REPUBLIKA.CO.ID, JAKARTA -- Ketua Pansus RUU Terorisme Muhammad Syafii mengungkapkan, bagi masayarakat Poso, teror sebenarnya datang dari aparat kepolisian. Sebab, masayarakat di sana menyimpan dendam yang luar biasa kepada polisi akibat banyaknya aparat yang melakukan pelanggaran HAM berat.
"Para pendeta, ustad, tokoh masyarakat, tokoh pemuda sepakat dengan satu kata, mereka sangat benci dengan polisi karena telah lakukan pelanggaran HAM berat," kata Syafii di Gedung DPR RI Komplek Parlemen, Senayan, Jakarta, Senin (25/7).
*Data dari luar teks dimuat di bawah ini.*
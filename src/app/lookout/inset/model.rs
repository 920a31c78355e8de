//! The plan of the orbits at one moment, and the events around it.

use crate::app::scene::Scene;
use crate::measure::{Angle, Moment, Vector, civil};
use crate::plan::{Neighbour, Neighbours};
use crate::sky::Body;
use std::f64::consts::TAU;

/// The plan, seen from north of the ecliptic and turned so that the Earth stands straight below
/// the Sun: what is left of the Sun here stands left of it for a northern observer facing it.
#[derive(Clone, Debug, PartialEq)]
pub struct Model {
    /// The chosen body.
    pub body: Body,
    /// What the plan is centred on.
    pub centre: Centre,
    /// How far the plan reaches from its centre, au.
    pub reach_au: f64,
    /// Orbits, the chosen body's first.
    pub orbits: Vec<Vec<Plan>>,
    /// The Earth.
    pub earth: Plan,
    /// The chosen body.
    pub place: Plan,
    /// Angle from the Sun, seen from the Earth.
    pub elongation: Angle,
}

/// What stands in the middle.
#[derive(Clone, Copy, Debug, PartialEq, Eq)]
pub enum Centre {
    /// The Sun.
    Sun,
    /// The Earth, with the Sun far off straight up: the Moon's plan.
    Earth,
}

/// A place on the plan: au to the right and up from its centre.
#[derive(Clone, Copy, Debug, Default, PartialEq)]
#[allow(missing_docs)]
pub struct Plan {
    pub right_au: f64,
    pub up_au: f64,
}

/// An event and how many civil days it lies before (negative) or after the moment.
#[derive(Clone, Copy, Debug, PartialEq)]
pub struct Dated {
    /// What.
    pub event: Neighbour,
    /// Days from the moment's civil date to the event's.
    pub days: i64,
}

impl Model {
    /// The plan at the scene's moment; `None` for the Sun, which has none.
    pub fn new(scene: &Scene<'_>) -> Option<Self> {
        const POINTS: usize = 180;
        let epoch = scene.span.at(scene.moment);
        let elongation = epoch.appearance(scene.body).elongation;
        let earth = epoch.heliocentric_ecliptic(None);
        let body = epoch.heliocentric_ecliptic(Some(scene.body));
        let turn = Turn::new(earth);
        match scene.body {
            Body::Sun => None,
            Body::Moon => {
                let place = turn.plan(body - earth);
                let reach_au = (body - earth).length();
                let circle = (0..POINTS).map(|k| {
                    let (sin, cos) = (TAU * k as f64 / POINTS as f64).sin_cos();
                    Plan {
                        right_au: reach_au * cos,
                        up_au: reach_au * sin,
                    }
                });
                Some(Self {
                    body: scene.body,
                    centre: Centre::Earth,
                    reach_au: 1.2 * reach_au,
                    orbits: vec![circle.collect()],
                    earth: Plan::default(),
                    place,
                    elongation,
                })
            }
            planet => {
                let orbit = |body| -> Vec<Plan> {
                    let points = epoch.orbit(body, POINTS);
                    points.into_iter().map(|point| turn.plan(point)).collect()
                };
                let context = context(planet).iter().map(|other| orbit(*other));
                let orbits: Vec<Vec<Plan>> = std::iter::once(orbit(Some(planet)))
                    .chain(context)
                    .collect();
                let reach_au = orbits.iter().flatten().map(Plan::centre_distance_au);
                Some(Self {
                    body: planet,
                    centre: Centre::Sun,
                    reach_au: reach_au.fold(1.0, f64::max),
                    orbits,
                    earth: turn.plan(earth),
                    place: turn.plan(body),
                    elongation,
                })
            }
        }
    }
}

impl Plan {
    /// Distance from the plan's centre, au.
    pub fn centre_distance_au(&self) -> f64 {
        self.right_au.hypot(self.up_au)
    }
}

/// The other orbits on a planet's plan: the Earth's (`None`) and those that lie inside the
/// larger of the two.
fn context(planet: Body) -> &'static [Option<Body>] {
    const OUTWARDS: [Option<Body>; 6] = [
        None,
        Some(Body::Venus),
        Some(Body::Mercury),
        Some(Body::Mars),
        Some(Body::Jupiter),
        Some(Body::Saturn),
    ];
    match planet {
        Body::Mercury => &OUTWARDS[..2],
        Body::Venus => &[None, Some(Body::Mercury)],
        Body::Mars => &OUTWARDS[..3],
        Body::Jupiter => &[None, Some(Body::Mars)],
        Body::Saturn => &[None, Some(Body::Mars), Some(Body::Jupiter)],
        _ => &[None, Some(Body::Jupiter), Some(Body::Saturn)],
    }
}

/// Turns the ecliptic so that the Earth lies straight below the Sun.
struct Turn {
    sin: f64,
    cos: f64,
}

impl Turn {
    fn new(earth: Vector) -> Self {
        let distance = earth.x.hypot(earth.y);
        Self {
            sin: earth.y / distance,
            cos: earth.x / distance,
        }
    }

    fn plan(&self, place: Vector) -> Plan {
        // Along the Earth's direction is down; a quarter turn on, the way it moves, is right.
        Plan {
            right_au: self.cos * place.y - self.sin * place.x,
            up_au: -(self.cos * place.x + self.sin * place.y),
        }
    }
}

/// The last and the next event around a moment: of conjunctions and greatest elongations (or
/// oppositions) one is the last and the other the next, for they take turns.
pub fn around(
    neighbours: &Neighbours,
    scene: &Scene<'_>,
    moment: Moment,
) -> (Option<Dated>, Option<Dated>) {
    let date = |moment| civil::local_date(scene.scales.civil(moment).0, scene.zone);
    let dated = |event: Neighbour| Dated {
        event,
        days: (date(event.moment) - date(moment)).num_days(),
    };
    let is_past = |event: &Neighbour| event.moment <= moment;
    let all = [
        neighbours.last_conjunction,
        neighbours.last_height,
        neighbours.next_conjunction,
        neighbours.next_height,
    ];
    let by_time = |a: &Neighbour, b: &Neighbour| a.moment.seconds_since(b.moment).total_cmp(&0.0);
    let events = || all.iter().flatten().copied();
    (
        events().filter(is_past).max_by(by_time).map(dated),
        events()
            .filter(|event| !is_past(event))
            .min_by(by_time)
            .map(dated),
    )
}

#[cfg(test)]
mod tests {
    use super::{Plan, Turn};
    use crate::measure::Vector;

    #[test]
    fn the_earth_lies_below_and_moves_to_the_right() {
        let earth = Vector::new(-0.6, 0.8, 0.0);
        let turn = Turn::new(earth);
        let Plan { right_au, up_au } = turn.plan(earth);
        assert!(
            right_au.abs() < 1e-12 && (up_au + 1.0).abs() < 1e-12,
            "{right_au} {up_au}"
        );
        // A little further along the orbit, counter-clockwise as seen from the north.
        let later = turn.plan(earth + Vector::new(-0.8, -0.6, 0.0) * 0.1);
        assert!(later.right_au > 0.05, "{later:?}");
    }
}
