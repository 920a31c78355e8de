//! The inset: a plan of the inner solar system to scale, with the line of sight and the
//! elongation.

pub(super) mod model;
mod paint;

use super::Kept;
use super::says::Says;
use crate::app::scene::Scene;
use crate::plan::{self, Neighbours};
use crate::sky::Body;
use eframe::egui::{Response, Role, Sense, Ui, WidgetInfo};
use model::Model;

/// The inset and what it keeps between frames.
#[derive(Default)]
pub struct Inset {
    neighbours: Kept<(u64, Body), Neighbours>,
}

impl Inset {
    /// Draws the inset into the room that `ui` has.
    pub fn show(&mut self, ui: &mut Ui, scene: &Scene<'_>) -> Response {
        let (rect, response) =
            ui.allocate_exact_size(ui.available_size_before_wrap(), Sense::hover());
        let says = Says::new(scene);
        let Some(model) = Model::new(scene) else {
            return response;
        };
        response.widget_info(|| {
            let label = says.text(
                "inset-name",
                &[
                    ("body", &says.body(model.body)),
                    ("elongation", &says.tenths(model.elongation)),
                ],
            );
            WidgetInfo::labeled(Role::Canvas, true, label)
        });
        // The events around the night's middle: nearer ones than a night are the same either way.
        let neighbours = self.neighbours.get((scene.night_count, scene.body), || {
            plan::neighbours(
                scene.ephemeris,
                scene.scales,
                scene.body,
                scene.night.middle,
            )
        });
        let events = model::around(&neighbours, scene, scene.moment);
        if ui.is_rect_visible(rect) {
            paint::paint(ui.painter(), scene, &model, events, rect);
        }
        response
    }
}
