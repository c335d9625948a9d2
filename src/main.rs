//! The program: arguments, output and exit status are the work of `cli`.

use std::process::ExitCode;

fn main() -> ExitCode {
    counterfoil::cli::main()
}
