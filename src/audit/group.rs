//! Beams among their neighbours: the sum at a shared point, doses that have a
//! meaning only as a sum, and beams that add little.

use super::compare::{beyond_reason, is_fraction_level};
use super::levels::{Levels, levels_for};
use super::{BeamEntry, Judgement, SharedPointSum, Verdict};
use crate::plan::Plan;
use crate::quantity::tolerance;
use crate::settings::Site;

/// Judges the entries of one fraction group together. Gives the sum at the
/// shared point, or why there is none. `lost` says that a beam of the group is
/// not in the plan: then there is no sum.
pub(super) fn judge_group(
    plan: &Plan,
    entries: &mut [&mut BeamEntry],
    lost: Option<String>,
    site: &Site,
) -> Result<SharedPointSum, String> {
    let sum = match lost {
        Some(reason) => Err(reason),
        None => shared_point_sum(entries),
    };
    judge_small_shares(plan, entries, site);
    judge_fraction_level(plan, entries, site, sum.as_ref());
    sum
}

fn is_treated(entry: &BeamEntry) -> bool {
    entry.verdict != Verdict::NotTreated
}

/// Whether two beams have one dose point.
fn share_point(first: &BeamEntry, second: &BeamEntry) -> bool {
    let point = |entry: &BeamEntry| entry.calculation.point.as_ref().map(|point| point.patient);
    point(first)
        .zip(point(second))
        .is_some_and(|(first, second)| first.distance_cm(second) <= tolerance::SHARED_POINT_CM)
}

fn shared_point_sum(entries: &[&mut BeamEntry]) -> Result<SharedPointSum, String> {
    let treated: Vec<&BeamEntry> = entries
        .iter()
        .map(|entry| &**entry)
        .filter(|entry| is_treated(entry))
        .collect();
    let Some(&first) = treated.first() else {
        return Err("no treatment beam".to_owned());
    };
    let name = |entry: &BeamEntry| {
        entry.beam_number.map_or_else(
            || "without a number".to_owned(),
            |number| number.to_string(),
        )
    };
    if let Some(other) = treated.iter().find(|entry| !share_point(first, entry)) {
        return Err(format!(
            "beams {} and {} do not share a dose point",
            name(first),
            name(other)
        ));
    }
    let (mut planned_dose_gy, mut independent_dose_gy) = (0.0, 0.0);
    for entry in treated {
        match (entry.planned_dose_gy, entry.independent_dose_gy) {
            (Some(planned), Some(independent)) if entry.calculation.obstacles.is_empty() => {
                planned_dose_gy += planned;
                independent_dose_gy += independent;
            }
            _ => return Err(format!("beam {} could not be verified", name(entry))),
        }
    }
    Ok(SharedPointSum {
        fraction_group: first.fraction_group,
        planned_dose_gy,
        independent_dose_gy,
        deviation_percent: 100.0 * (independent_dose_gy - planned_dose_gy) / planned_dose_gy,
    })
}

/// A beam that adds little to its point is judged by its share of the total.
fn judge_small_shares(plan: &Plan, entries: &mut [&mut BeamEntry], site: &Site) {
    let shares: Vec<Option<(f64, f64)>> = entries
        .iter()
        .map(|entry| {
            let judged_alone = entry.judgement == Some(Judgement::Alone);
            if !judged_alone || is_fraction_level(plan, entry) {
                return None;
            }
            let planned_gy = entry.planned_dose_gy?;
            let difference_gy = entry.independent_dose_gy? - planned_gy;
            let total_gy: f64 = entries
                .iter()
                .filter(|other| is_treated(other) && share_point(entry, other))
                .filter_map(|other| other.planned_dose_gy)
                .sum();
            let share_percent = 100.0 * planned_gy / total_gy;
            let limit_percent = site.action_levels.low_weight_share_percent;
            (share_percent < limit_percent)
                .then_some((share_percent, 100.0 * difference_gy / total_gy))
        })
        .collect();
    for (entry, share) in entries.iter_mut().zip(shares) {
        let Some((share_percent, percent_of_total)) = share else {
            continue;
        };
        let Some(levels) = levels_of(entry, site) else {
            continue;
        };
        entry.verdict = levels.verdict(percent_of_total);
        entry.judgement = Some(Judgement::ShareOfTotal {
            share_percent,
            percent_of_total,
        });
        entry.reasons.clear();
        let said = format!(
            "the beam adds {share_percent:.1} % of the dose at its point, so its difference was judged as a per cent of the total: {percent_of_total:+.2} %"
        );
        if entry.verdict == Verdict::Within {
            entry.remarks.insert(0, said);
        } else {
            entry.reasons.push(said);
            let beyond = beyond_reason(entry);
            entry.reasons.push(beyond);
        }
    }
}

/// Doses at fraction level are judged by their sum, or not at all.
fn judge_fraction_level(
    plan: &Plan,
    entries: &mut [&mut BeamEntry],
    site: &Site,
    sum: Result<&SharedPointSum, &String>,
) {
    if !entries.iter().any(|entry| is_fraction_level(plan, entry)) {
        return;
    }
    let strictest = strictest_levels(entries.iter().map(|entry| &**entry), site);
    for entry in entries.iter_mut().filter(|entry| is_treated(entry)) {
        if !entry.calculation.obstacles.is_empty() || entry.judgement.is_none() {
            continue;
        }
        entry.reasons.clear();
        match (&sum, &strictest) {
            (Ok(sum), Some(levels)) => {
                entry.verdict = levels.verdict(sum.deviation_percent);
                entry.judgement = Some(Judgement::FractionSum {
                    sum_deviation_percent: sum.deviation_percent,
                });
                let said = format!(
                    "the plan states beam doses at fraction level (300A,008B), so only the sum over the beams was judged: {:+.2} %",
                    sum.deviation_percent
                );
                if entry.verdict == Verdict::Within {
                    entry.remarks.insert(0, said);
                } else {
                    entry.reasons.push(said);
                }
            }
            _ => {
                let why = match &sum {
                    Err(reason) => reason.as_str(),
                    Ok(_) => "no action level holds for it",
                };
                entry.verdict = Verdict::NotVerifiable;
                entry.judgement = None;
                entry.reasons.push(format!(
                    "the plan states beam doses at fraction level (300A,008B), which have a meaning only as a sum, and there is no sum: {why}"
                ));
            }
        }
    }
}

fn levels_of(entry: &BeamEntry, site: &Site) -> Option<Levels> {
    levels_for(
        entry.calculation.technique,
        entry.calculation.depths.first(),
        &site.action_levels,
    )
}

/// The tightest levels among some beams.
pub(super) fn strictest_levels<'a>(
    entries: impl IntoIterator<Item = &'a BeamEntry>,
    site: &Site,
) -> Option<Levels> {
    entries
        .into_iter()
        .filter(|entry| is_treated(entry))
        .filter_map(|entry| levels_of(entry, site))
        .min_by(|a, b| a.tolerance_percent.total_cmp(&b.tolerance_percent))
}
Hal ini berkaitan dengan penjelasan pengamat terorisme dari Barometer Institute, Robi Sugara. Menurut Robi, ada salah satu yang menarik dari wilayah Poso, yaitu ada statement jika Pimpinan Mujahidin Indonesia Timur (MIT) Santoso, tidak baiat dengan ISIS ada masyarakat Poso yang akan dukung Santoso.
Robi mengatakan, ketika di Poso, Santoso menarik anak-anak muda yang ingin berjihad, tapi tidak bisa pergi ke Suriah. Ada dua jenis jihad kital atau perang yang diyakini, yaitu jihad besar dan jihad kecil. Santoso menarik orang untuk jihad kecil atau jihad dekat. Gerakan jihad ini untuk membunuh polisi.
Kenapa masyarakat Poso begitu benci pada polisi? Robi menjelaskan, pascakonflik Poso, banyak pihak yang masih merasa diperlakukan tidak adil. Pada saat itu, banyak masyarakat yang tewas karena operasi-operasi yang dilakukan aparat keamanan.
"Ada operasi yang ratusan orang ditembak polisi, saat itu keluarganya melihat atau jika tidak mereka melihat ketika dimandikan," kata Robi, Rabu, pekan lalu.
Robi mengatakan, Santoso menjadi orang yang memimpin gerakan untuk balas dendam kepada polisi. Karena gerakan itu, Santoso yang sebelumnya bukan siapa-siapa menarik perhatian banyak orang.